Les habían reservado una sala aparte con una sobria mesa de roble perfectamente preparada, alrededor de la cual pudieron sentarse cómodamente. No era alargada y estrecha sino más bien ancha, en sus extremos cabían dos comensales; resultaba acogedora y facilitaba la conversación.
Enseguida se vaciaron varias botellas de vino, y Alain, Brigitte y sus amigos franceses se sintieron bien en el grupo y la conversación se fue animando. Todos hablaban mucho, excepto Yolanda, la nueva en el grupo, que estaba a la expectativa.
Terminado el segundo plato, escuchaban con atención a Fernando, que había terminado la carrera de medicina, y comentaba los altos niveles de glucosa que normalmente se localizan en el semen.
—A ver si lo entiendo —intervino por primera vez Yolanda—. Dices que en el semen de los hombres hay un montón de glucosa. La glucosa digamos que es como el azúcar, ¿no?

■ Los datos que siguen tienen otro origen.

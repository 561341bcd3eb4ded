package ingest

import (
	"errors"
	"math"
	"strconv"
	"unsafe"
)

// parseFloat parses b with strconv.ParseFloat semantics and demands a
// finite result. The string view of b avoids a copy per row; no part of
// the strconv error, which would alias b, is kept.
func parseFloat(b []byte) (float64, error) {
	if len(b) == 0 {
		return 0, ErrEmptyField
	}
	if v, ok := parseFloatFast(b); ok {
		return v, nil
	}
	v, err := strconv.ParseFloat(unsafe.String(unsafe.SliceData(b), len(b)), 64)
	if err != nil {
		if errors.Is(err, strconv.ErrRange) && math.IsInf(v, 0) {
			return 0, ErrNonFinite
		}
		return 0, ErrNumberSyntax
	}
	if math.IsInf(v, 0) || math.IsNaN(v) {
		return 0, ErrNonFinite
	}
	return v, nil
}

// float64pow10 holds the powers of ten that float64 represents exactly.
var float64pow10 = [...]float64{1e0, 1e1, 1e2, 1e3, 1e4, 1e5, 1e6, 1e7, 1e8,
	1e9, 1e10, 1e11, 1e12, 1e13, 1e14, 1e15, 1e16, 1e17, 1e18, 1e19, 1e20, 1e21, 1e22}

// scanDecimal reads b as [-]digits[.digits], at least one integer digit
// and, after a point, at least one fraction digit, with at most maxDigits
// digits in all (maxDigits ≤ 19, so mant cannot overflow). It returns the
// digits as one integer and the count of fraction digits; ok is false for
// any other shape.
func scanDecimal(b []byte, maxDigits int) (neg bool, mant uint64, nFrac int, ok bool) {
	i := 0
	neg = len(b) > 0 && b[0] == '-'
	if neg {
		i++
	}
	start := i
	for ; i < len(b) && b[i] >= '0' && b[i] <= '9'; i++ {
		mant = mant*10 + uint64(b[i]-'0')
	}
	nInt := i - start
	if i < len(b) && b[i] == '.' {
		i++
		fs := i
		for ; i < len(b) && b[i] >= '0' && b[i] <= '9'; i++ {
			mant = mant*10 + uint64(b[i]-'0')
		}
		if nFrac = i - fs; nFrac == 0 {
			return false, 0, 0, false
		}
	}
	// Longer inputs wrapped mant above; they are refused here.
	if i != len(b) || nInt == 0 || nInt+nFrac > maxDigits {
		return false, 0, 0, false
	}
	return neg, mant, nFrac, true
}

// parseFloatFast converts [-]digits[.digits] with at most 15 digits in all
// by Clinger's fast path (W. D. Clinger, "How to Read Floating Point
// Numbers Accurately", PLDI 1990): the digits as an integer and 10^k are
// both exact in float64, so one division rounds correctly, exactly as
// strconv.ParseFloat would. It reports false for every other shape.
func parseFloatFast(b []byte) (float64, bool) {
	neg, mant, nFrac, ok := scanDecimal(b, 15)
	if !ok {
		return 0, false
	}
	f := float64(mant) / float64pow10[nFrac]
	if neg {
		f = -f
	}
	return f, true
}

—Sí, como el azúcar, por ejemplo —respondió Fernando.
—¿Entonces como se explica que el semen no sepa a dulce?
En la mesa se hizo un momento de silencio y luego estallaron en risas. La vergüenza de Yolanda la enfundó en un fular rojo bermellón cuando se dio cuenta de lo que, sin querer, acababa de decir. Fernando pidió silencio para hablar de nuevo.

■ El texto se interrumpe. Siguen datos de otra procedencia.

package ingest_test

import (
	"bufio"
	"bytes"
	"context"
	"errors"
	"fmt"
	"net"
	"path/filepath"
	"testing"
	"time"

	mqtt "github.com/eclipse/paho.mqtt.golang"
	"github.com/nats-io/nats.go"

	"driftfit/alert"
	"driftfit/ingest"
	"driftfit/rolling"
	"driftfit/store"
)

// mqttService runs the embedded server with an MQTT listener on a free
// loopback port, and a service in stream mode on it.
func mqttService(t *testing.T, users []ingest.BusUser, env map[string]string) (*ingest.Bus, *ingest.Service) {
	t.Helper()
	dir := t.TempDir()
	b, err := ingest.Connect(t.Context(), ingest.BusOptions{Port: -1, StoreDir: filepath.Join(dir, "nats"), MQTT: "127.0.0.1:-1",
		Users: users, Subjects: defaultSubjects, Getenv: func(k string) string { return env[k] }})
	if err != nil {
		t.Fatal(err)
	}
	t.Cleanup(func() { b.Close() })
	if b.MQTTAddr() == "" {
		t.Fatal("no MQTT listener address")
	}
	db, err := store.Open(filepath.Join(dir, "driftfit.db"), store.Options{NoSync: true})
	if err != nil {
		t.Fatal(err)
	}
	windows := []rolling.WindowSpec{{Span: 24 * time.Hour, Pane: time.Hour}}
	svc, err := ingest.New(ingest.Options{
		Conn: b.Conn(), DB: db,
		Sensor:         func(string) (ingest.SensorConfig, error) { return ingest.SensorConfig{Windows: windows}, nil },
		Rule:           func(string) (alert.Rule, bool) { return alert.Rule{}, false },
		CommitInterval: 20 * time.Millisecond,
	})
	if err != nil {
		t.Fatal(err)
	}
	ctx, cancel := context.WithCancel(context.Background())
	done := make(chan error, 1)
	go func() { done <- svc.Run(ctx) }()
	t.Cleanup(func() {
		cancel()
		if err := <-done; err != nil && !errors.Is(err, context.Canceled) {
			t.Errorf("service: %v", err)
		}
		db.Close()
	})
	waitStream(t, b.Conn())
	return b, svc
}

// mqttClient connects an MQTT 3.1.1 client to addr.
func mqttClient(t *testing.T, addr, id, user, password string) (mqtt.Client, error) {
	t.Helper()
	o := mqtt.NewClientOptions().AddBroker("tcp://" + addr).SetClientID(id).SetProtocolVersion(4).
		SetConnectTimeout(5 * time.Second).SetAutoReconnect(false).SetConnectRetry(false)
	if user != "" {
		o.SetUsername(user).SetPassword(password)
	}
	c := mqtt.NewClient(o)
	tok := c.Connect()
	if !tok.WaitTimeout(10 * time.Second) {
		return nil, errors.New("MQTT connect timed out")
	}
	if err := tok.Error(); err != nil {
		return nil, err
	}
	t.Cleanup(func() { c.Disconnect(100) })
	return c, nil
}

func mqttPublish(t *testing.T, c mqtt.Client, topic string, qos byte, payload []byte) error {
	t.Helper()
	tok := c.Publish(topic, qos, false, payload)
	if !tok.WaitTimeout(10 * time.Second) {
		return fmt.Errorf("publish %s at QoS %d: timed out", topic, qos)
	}
	return tok.Error()
}

// waitApplied waits until the service has applied n readings.
func waitApplied(t *testing.T, svc *ingest.Service, n uint64) {
	t.Helper()
	for deadline := time.Now().Add(10 * time.Second); svc.Stats().Applied < n; time.Sleep(10 * time.Millisecond) {
		if time.Now().After(deadline) {
			t.Fatalf("service applied %d readings, want %d (stats %+v)", svc.Stats().Applied, n, svc.Stats())
		}
	}
}

// TestMQTT_ReadingsArrive publishes readings over MQTT at QoS 0 and 1 to
// driftfit/in/<id with dots as slashes> and checks they arrive as
// readings of the dotted id, a bad payload is refused as on NATS, and
// finds out what becomes of a dot inside a topic level.
func TestMQTT_ReadingsArrive(t *testing.T) {
	b, svc := mqttService(t, nil, nil)
	seen := make(chan string, 16)
	sub, err := b.Conn().Subscribe("driftfit.in.>", func(m *nats.Msg) { seen <- m.Subject })
	if err != nil {
		t.Fatal(err)
	}
	defer sub.Unsubscribe()
	rejected, err := b.Conn().SubscribeSync("driftfit.rejected")
	if err != nil {
		t.Fatal(err)
	}
	c, err := mqttClient(t, b.MQTTAddr(), "qm-plant-1", "", "")
	if err != nil {
		t.Fatal(err)
	}
	t0 := time.Now().Add(-time.Hour)
	reading := func(k int) []byte {
		return ingest.AppendReading(nil, ingest.Decoded{Reading: rolling.Reading{UnixNano: t0.Add(time.Duration(k) * time.Minute).UnixNano(), Value: 1000 + float64(k)}})
	}
	for k, qos := range []byte{0, 1, 0, 1} {
		if err := mqttPublish(t, c, "driftfit/in/qm/u1/steam/pt-101", qos, reading(k)); err != nil {
			t.Fatal(err)
		}
	}
	waitApplied(t, svc, 4)
	select {
	case s := <-seen:
		if s != "driftfit.in.qm.u1.steam.pt-101" {
			t.Errorf("MQTT topic driftfit/in/qm/u1/steam/pt-101 arrived on %q", s)
		}
	case <-time.After(5 * time.Second):
		t.Fatal("no reading seen on NATS")
	}
	// A calibration without force is refused for a sensor never seen: this
	// one is known under its dotted id.
	if err := svc.Calibrate(t.Context(), "qm.u1.steam.pt-101", alert.Calibration{Time: t0.Add(time.Hour), AsFound: 1003, AsLeft: 1000}, false); err != nil {
		t.Errorf("sensor qm.u1.steam.pt-101 unknown after MQTT readings: %v", err)
	}

	// The same validation as NATS: a payload that is not a reading is
	// refused and dead-lettered with its reason.
	before := svc.Stats().Rejected
	if err := mqttPublish(t, c, "driftfit/in/qm/u1/steam/pt-101", 1, []byte(`{"t":"yesterday","v":1}`)); err != nil {
		t.Fatal(err)
	}
	m, err := rejected.NextMsg(10 * time.Second)
	if err != nil {
		t.Fatalf("bad MQTT payload not dead-lettered: %v", err)
	}
	if svc.Stats().Rejected != before+1 || m.Header.Get(ingest.HeaderReason) == "" {
		t.Errorf("bad MQTT payload: rejected %d -> %d, headers %v", before, svc.Stats().Rejected, m.Header)
	}

	// A dot inside a topic level: nats-server maps it to "//" (its
	// mqtt.go: "'.' is replaced with '//'"), so it is a different sensor,
	// qm//u1.steam.pt-102, not qm.u1.steam.pt-102.
	if err := mqttPublish(t, c, "driftfit/in/qm.u1/steam/pt-102", 1, reading(10)); err != nil {
		t.Fatal(err)
	}
	for timeout := time.After(5 * time.Second); ; {
		select {
		case s := <-seen:
			if s == "driftfit.in.qm.u1.steam.pt-101" {
				continue // the readings before
			}
			if s != "driftfit.in.qm//u1.steam.pt-102" {
				t.Errorf("MQTT topic driftfit/in/qm.u1/steam/pt-102 arrived on %q, want driftfit.in.qm//u1.steam.pt-102", s)
			}
		case <-timeout:
			t.Fatal("reading with a dot in a topic level not seen on NATS")
		}
		break
	}
	waitApplied(t, svc, 5)
	if st := svc.Stats(); st.Sensors != 2 {
		t.Errorf("sensors after a reading of qm//u1.steam.pt-102: %d, want 2", st.Sensors)
	}
}

// TestMQTT_Users checks MQTT clients authenticate as the embedded
// server's users and keep their role's permissions: no credentials are
// refused, a publisher's readings of its sensors arrive, others not.
func TestMQTT_Users(t *testing.T) {
	env := map[string]string{"QM_PLANT_PASSWORD": "plant-4Zr7"}
	b, svc := mqttService(t, []ingest.BusUser{{User: "qm-plant", PasswordEnv: "QM_PLANT_PASSWORD", Role: ingest.RolePublisher, Sensors: []string{"qm.u1.>"}}}, env)
	if _, err := mqttClient(t, b.MQTTAddr(), "anon", "", ""); err == nil {
		t.Error("MQTT client without credentials accepted")
	}
	if _, err := mqttClient(t, b.MQTTAddr(), "wrong", "qm-plant", "nope"); err == nil {
		t.Error("MQTT client with a wrong password accepted")
	}
	c, err := mqttClient(t, b.MQTTAddr(), "plant", "qm-plant", "plant-4Zr7")
	if err != nil {
		t.Fatal(err)
	}
	t0 := time.Now().Add(-time.Hour)
	data := ingest.AppendReading(nil, ingest.Decoded{Reading: rolling.Reading{UnixNano: t0.UnixNano(), Value: 1}})
	// Outside its sensors first: at QoS 1 nats-server still acknowledges
	// (the acknowledgement comes from the bus), but nothing arrives.
	_ = mqttPublish(t, c, "driftfit/in/qm/u2/steam/pt-101", 1, data)
	if err := mqttPublish(t, c, "driftfit/in/qm/u1/steam/pt-101", 1, data); err != nil {
		t.Fatal(err)
	}
	waitApplied(t, svc, 1)
	time.Sleep(200 * time.Millisecond)
	if st := svc.Stats(); st.Applied != 1 || st.Sensors != 1 {
		t.Errorf("after one permitted and one forbidden reading: %+v, want 1 applied, 1 sensor", st)
	}
}

// TestMQTT_Version5Refused sends an MQTT 5 CONNECT by hand and checks the
// server refuses it. Packet layout from the MQTT 5.0 specification,
// section 3.1; the CONNACK return code 1 is "unacceptable protocol
// version" of MQTT 3.1.1, section 3.2.2.3.
func TestMQTT_Version5Refused(t *testing.T) {
	b, _ := mqttService(t, nil, nil)
	conn, err := net.DialTimeout("tcp", b.MQTTAddr(), 5*time.Second)
	if err != nil {
		t.Fatal(err)
	}
	defer conn.Close()
	body := []byte{0, 4, 'M', 'Q', 'T', 'T', 5, 0x02, 0, 60, 0 /* properties */, 0, 1, 'x'}
	if _, err := conn.Write(append([]byte{0x10, byte(len(body))}, body...)); err != nil {
		t.Fatal(err)
	}
	_ = conn.SetReadDeadline(time.Now().Add(5 * time.Second))
	r := bufio.NewReader(conn)
	var got []byte
	for range 4 {
		c, err := r.ReadByte()
		if err != nil {
			break
		}
		got = append(got, c)
	}
	// CONNACK (0x20), remaining length 2, no session, return code 1.
	if want := []byte{0x20, 2, 0, 1}; !bytes.Equal(got, want) {
		t.Fatalf("MQTT 5 CONNECT answered %x, want CONNACK refused %x", got, want)
	}
}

—Mira, Yolanda, el semen no te sabe a dulce porque las papilas gustativas para el dulzor están en la punta de la lengua y no en el fondo de la garganta —explicó, arrancando de nuevo las risas, intensificando el color rojo de Yolanda, que había ido menguando.

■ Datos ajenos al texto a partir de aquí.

package rolling

// Reading is one measurement of one sensor.
//
// UnixNano is the measurement time in nanoseconds since the Unix epoch
// (UTC). Integer nanoseconds keep pane assignment exact and keep the
// fits free of the rounding that float64 Unix seconds would add.
// Value is in the sensor's engineering unit and must be finite.
type Reading struct {
	UnixNano int64
	Value    float64
}
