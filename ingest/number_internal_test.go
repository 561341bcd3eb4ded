package ingest

import (
	"math"
	"math/rand/v2"
	"strconv"
	"strings"
	"testing"
)

// TestParseFloat_FastPathMatchesStrconv checks the Clinger fast path
// against strconv.ParseFloat, the reference, bit for bit, on the short
// decimals it handles and on the shapes it must hand over.
func TestParseFloat_FastPathMatchesStrconv(t *testing.T) {
	const seed = 20260301
	t.Logf("seed %d", seed)
	rng := rand.New(rand.NewPCG(seed, 1))
	check := func(s string) {
		t.Helper()
		got, err := parseFloat([]byte(s))
		want, werr := strconv.ParseFloat(s, 64)
		finite := werr == nil && !math.IsInf(want, 0) && !math.IsNaN(want)
		if (err == nil) != finite || (finite && math.Float64bits(got) != math.Float64bits(want)) {
			t.Fatalf("parseFloat(%q) = %v, %v; strconv.ParseFloat = %v, %v", s, got, err, want, werr)
		}
	}
	for range 200000 {
		nInt, nFrac := 1+rng.IntN(16), rng.IntN(17)
		var sb strings.Builder
		if rng.IntN(2) == 0 {
			sb.WriteByte('-')
		}
		for range nInt {
			sb.WriteByte(byte('0' + rng.IntN(10)))
		}
		if nFrac > 0 {
			sb.WriteByte('.')
			for range nFrac {
				sb.WriteByte(byte('0' + rng.IntN(10)))
			}
		}
		check(sb.String())
	}
	for _, s := range []string{"0", "-0", "0.1", "9007199254740993", "999999999999999.9", "1e5", ".5", "5.", "-", "",
		"+1", "NaN", "Inf", "1e999", "0x1p-2", "1_0", "123456789012345"} {
		check(s)
	}
}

Afortunadamente, Mamen y Belén la reconfortaron en este memorable primer encuentro con el grupo. Después del café, las dos amigas, muy pendientes del reloj, se encargaron de repartir unas bolsitas de papel de celofán en las que habían puesto las doce uvas y de una bolsa de plástico de llamativo envoltorio sacaron los elementos típicos de esta celebración: gorros de distintos colores, antifaces, narices de payaso, pitos, matasuegras, confeti, serpentinas, etc. Acompañados de risas, todos se los fueron colocando. Poco después, Tito movió un poco su silla y, con el mango de un cuchillo, empezó a dar golpes a modo de campanadas a un antiguo caldero metálico que decoraba la sala. Con los usuales atragantones, sobre todo de los franceses, poco habituados a esta tradición, se fueron comiendo las uvas hasta llegar a la última que motivó que empezara el jaleo, felicitándose unos a otros por el «nuevo año», lanzándose confeti y serpentinas, acompañados por el estruendo de los distintos sonidos de los pitos y los matasuegras mientras una de las camareras, que acababa de entrar, se quedó plantada, boquiabierta viendo aquel inesperado desbarajuste. Todos callaron. Gus, muy próxima a ella, le sopló con el matasuegras que tenía puesto en su boca y el resto de la mesa se animó a tirarle serpentinas y confeti, al tiempo que volvió a resonar el estruendo de los distintos pitidos y las risas, mientras ella, cubierta por los diminutos papeles, huía de la habitación.